### DATA SHOWN:
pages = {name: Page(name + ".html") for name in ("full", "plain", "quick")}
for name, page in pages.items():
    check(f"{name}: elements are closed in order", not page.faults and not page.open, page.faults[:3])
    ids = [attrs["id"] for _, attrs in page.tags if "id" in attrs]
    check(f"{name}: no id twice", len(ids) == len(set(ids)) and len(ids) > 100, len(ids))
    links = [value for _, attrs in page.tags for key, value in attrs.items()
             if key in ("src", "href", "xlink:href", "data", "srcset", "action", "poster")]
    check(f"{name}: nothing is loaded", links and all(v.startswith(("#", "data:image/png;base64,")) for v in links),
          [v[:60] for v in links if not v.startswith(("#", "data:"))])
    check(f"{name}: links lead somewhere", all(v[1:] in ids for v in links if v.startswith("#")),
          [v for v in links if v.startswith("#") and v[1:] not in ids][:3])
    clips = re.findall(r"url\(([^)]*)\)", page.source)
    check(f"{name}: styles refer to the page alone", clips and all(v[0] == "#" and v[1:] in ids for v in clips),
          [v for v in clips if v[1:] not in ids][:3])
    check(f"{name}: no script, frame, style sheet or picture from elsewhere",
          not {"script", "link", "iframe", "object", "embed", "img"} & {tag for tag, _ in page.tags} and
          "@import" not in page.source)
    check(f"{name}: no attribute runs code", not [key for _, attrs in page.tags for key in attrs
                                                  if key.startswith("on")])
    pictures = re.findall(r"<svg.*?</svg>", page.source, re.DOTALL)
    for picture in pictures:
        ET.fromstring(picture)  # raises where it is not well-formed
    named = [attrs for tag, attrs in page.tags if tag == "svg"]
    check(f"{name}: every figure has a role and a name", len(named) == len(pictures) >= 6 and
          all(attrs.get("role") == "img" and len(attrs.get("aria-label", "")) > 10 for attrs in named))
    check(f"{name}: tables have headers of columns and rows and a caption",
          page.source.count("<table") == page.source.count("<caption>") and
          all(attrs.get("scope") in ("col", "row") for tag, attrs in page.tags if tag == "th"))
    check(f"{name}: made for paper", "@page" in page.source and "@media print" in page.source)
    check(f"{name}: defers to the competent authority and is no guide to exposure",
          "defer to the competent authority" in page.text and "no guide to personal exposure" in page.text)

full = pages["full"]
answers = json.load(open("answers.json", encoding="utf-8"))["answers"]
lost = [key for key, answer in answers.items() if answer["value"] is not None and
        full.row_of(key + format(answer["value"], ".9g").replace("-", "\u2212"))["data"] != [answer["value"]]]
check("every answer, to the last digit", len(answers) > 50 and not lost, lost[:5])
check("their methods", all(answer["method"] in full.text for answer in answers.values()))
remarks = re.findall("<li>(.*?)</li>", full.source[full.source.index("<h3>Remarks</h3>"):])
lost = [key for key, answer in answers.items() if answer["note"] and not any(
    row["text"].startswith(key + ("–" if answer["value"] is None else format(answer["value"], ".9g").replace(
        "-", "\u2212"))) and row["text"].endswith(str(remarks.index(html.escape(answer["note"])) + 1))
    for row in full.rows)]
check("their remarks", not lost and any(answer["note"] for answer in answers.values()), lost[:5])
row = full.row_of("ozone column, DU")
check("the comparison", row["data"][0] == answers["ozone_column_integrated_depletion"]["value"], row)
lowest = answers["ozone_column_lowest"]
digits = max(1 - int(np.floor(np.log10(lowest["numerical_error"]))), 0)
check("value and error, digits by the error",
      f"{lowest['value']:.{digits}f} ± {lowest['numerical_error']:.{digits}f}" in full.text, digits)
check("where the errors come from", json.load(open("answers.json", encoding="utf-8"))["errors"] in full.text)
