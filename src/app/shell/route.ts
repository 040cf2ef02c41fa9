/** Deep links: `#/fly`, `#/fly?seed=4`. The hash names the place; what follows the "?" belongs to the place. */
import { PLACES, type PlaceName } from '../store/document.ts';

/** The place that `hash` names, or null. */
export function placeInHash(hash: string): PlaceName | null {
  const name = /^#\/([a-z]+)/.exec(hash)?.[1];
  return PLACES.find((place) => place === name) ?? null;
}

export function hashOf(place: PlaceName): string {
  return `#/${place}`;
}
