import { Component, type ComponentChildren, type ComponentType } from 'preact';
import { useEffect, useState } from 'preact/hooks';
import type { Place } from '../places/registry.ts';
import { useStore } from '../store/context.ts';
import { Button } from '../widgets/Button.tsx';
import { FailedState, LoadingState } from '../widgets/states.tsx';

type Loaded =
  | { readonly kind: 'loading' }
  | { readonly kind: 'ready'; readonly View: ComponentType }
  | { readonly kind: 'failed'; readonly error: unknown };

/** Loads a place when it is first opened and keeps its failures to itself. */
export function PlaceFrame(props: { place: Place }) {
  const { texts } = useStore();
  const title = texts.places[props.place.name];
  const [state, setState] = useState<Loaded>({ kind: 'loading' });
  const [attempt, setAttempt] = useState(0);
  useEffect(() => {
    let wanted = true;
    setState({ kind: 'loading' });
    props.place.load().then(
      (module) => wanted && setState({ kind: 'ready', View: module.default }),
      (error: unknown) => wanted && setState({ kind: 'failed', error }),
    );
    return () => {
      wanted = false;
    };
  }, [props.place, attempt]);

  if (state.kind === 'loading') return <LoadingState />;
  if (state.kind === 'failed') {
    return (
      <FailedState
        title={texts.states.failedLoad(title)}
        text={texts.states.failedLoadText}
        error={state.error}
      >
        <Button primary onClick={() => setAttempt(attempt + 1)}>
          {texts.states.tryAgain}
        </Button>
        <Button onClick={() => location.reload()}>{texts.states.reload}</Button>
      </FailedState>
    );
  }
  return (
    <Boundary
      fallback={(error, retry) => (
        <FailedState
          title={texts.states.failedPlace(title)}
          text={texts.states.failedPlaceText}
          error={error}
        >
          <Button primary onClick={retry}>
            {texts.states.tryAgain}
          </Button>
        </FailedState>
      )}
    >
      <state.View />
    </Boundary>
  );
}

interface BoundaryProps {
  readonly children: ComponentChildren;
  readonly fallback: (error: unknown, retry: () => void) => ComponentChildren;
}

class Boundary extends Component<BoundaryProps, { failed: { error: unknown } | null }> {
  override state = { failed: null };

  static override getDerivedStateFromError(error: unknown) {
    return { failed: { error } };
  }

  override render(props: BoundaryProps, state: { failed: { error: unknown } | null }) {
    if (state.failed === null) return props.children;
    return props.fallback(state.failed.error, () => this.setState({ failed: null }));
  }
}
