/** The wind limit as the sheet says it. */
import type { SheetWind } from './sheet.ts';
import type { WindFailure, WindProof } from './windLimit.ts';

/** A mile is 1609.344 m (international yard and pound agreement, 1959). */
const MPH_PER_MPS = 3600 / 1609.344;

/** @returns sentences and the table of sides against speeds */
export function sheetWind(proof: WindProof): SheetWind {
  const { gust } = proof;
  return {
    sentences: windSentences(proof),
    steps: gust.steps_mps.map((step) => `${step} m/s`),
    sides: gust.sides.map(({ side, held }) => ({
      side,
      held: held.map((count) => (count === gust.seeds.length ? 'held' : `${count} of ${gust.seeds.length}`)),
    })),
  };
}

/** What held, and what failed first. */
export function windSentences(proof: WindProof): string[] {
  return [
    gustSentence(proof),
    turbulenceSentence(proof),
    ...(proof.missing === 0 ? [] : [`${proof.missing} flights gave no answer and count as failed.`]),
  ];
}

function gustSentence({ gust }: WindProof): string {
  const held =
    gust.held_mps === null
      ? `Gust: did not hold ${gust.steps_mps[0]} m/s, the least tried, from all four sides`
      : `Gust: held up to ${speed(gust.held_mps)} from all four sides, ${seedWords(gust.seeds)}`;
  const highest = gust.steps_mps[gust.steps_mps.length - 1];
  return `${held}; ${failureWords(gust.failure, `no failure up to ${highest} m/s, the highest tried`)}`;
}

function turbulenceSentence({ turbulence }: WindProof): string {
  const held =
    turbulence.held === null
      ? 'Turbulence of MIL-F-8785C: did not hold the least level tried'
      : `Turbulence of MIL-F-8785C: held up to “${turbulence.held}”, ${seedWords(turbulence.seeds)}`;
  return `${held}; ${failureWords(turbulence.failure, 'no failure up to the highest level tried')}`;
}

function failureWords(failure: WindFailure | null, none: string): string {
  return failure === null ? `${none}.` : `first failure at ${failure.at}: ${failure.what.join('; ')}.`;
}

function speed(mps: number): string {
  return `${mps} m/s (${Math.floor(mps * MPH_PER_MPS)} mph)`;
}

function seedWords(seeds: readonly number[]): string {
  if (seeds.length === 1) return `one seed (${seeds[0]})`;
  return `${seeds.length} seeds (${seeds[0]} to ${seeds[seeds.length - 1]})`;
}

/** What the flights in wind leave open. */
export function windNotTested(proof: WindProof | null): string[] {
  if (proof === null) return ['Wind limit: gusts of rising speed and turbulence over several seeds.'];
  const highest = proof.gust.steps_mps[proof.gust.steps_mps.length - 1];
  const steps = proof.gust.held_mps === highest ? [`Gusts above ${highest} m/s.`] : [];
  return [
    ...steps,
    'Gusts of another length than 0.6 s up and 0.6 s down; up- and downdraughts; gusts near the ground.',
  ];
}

### ACTION ITEM:
Only lines with the word "named" are needed. Copy them from the preceding records.

### WRITTEN RESPONSE:
    named = [attrs for tag, attrs in page.tags if tag == "svg"]
    check(f"{name}: every figure has a role and a name", len(named) == len(pictures) >= 6 and
          all(attrs.get("role") == "img" and len(attrs.get("aria-label", "")) > 10 for attrs in named))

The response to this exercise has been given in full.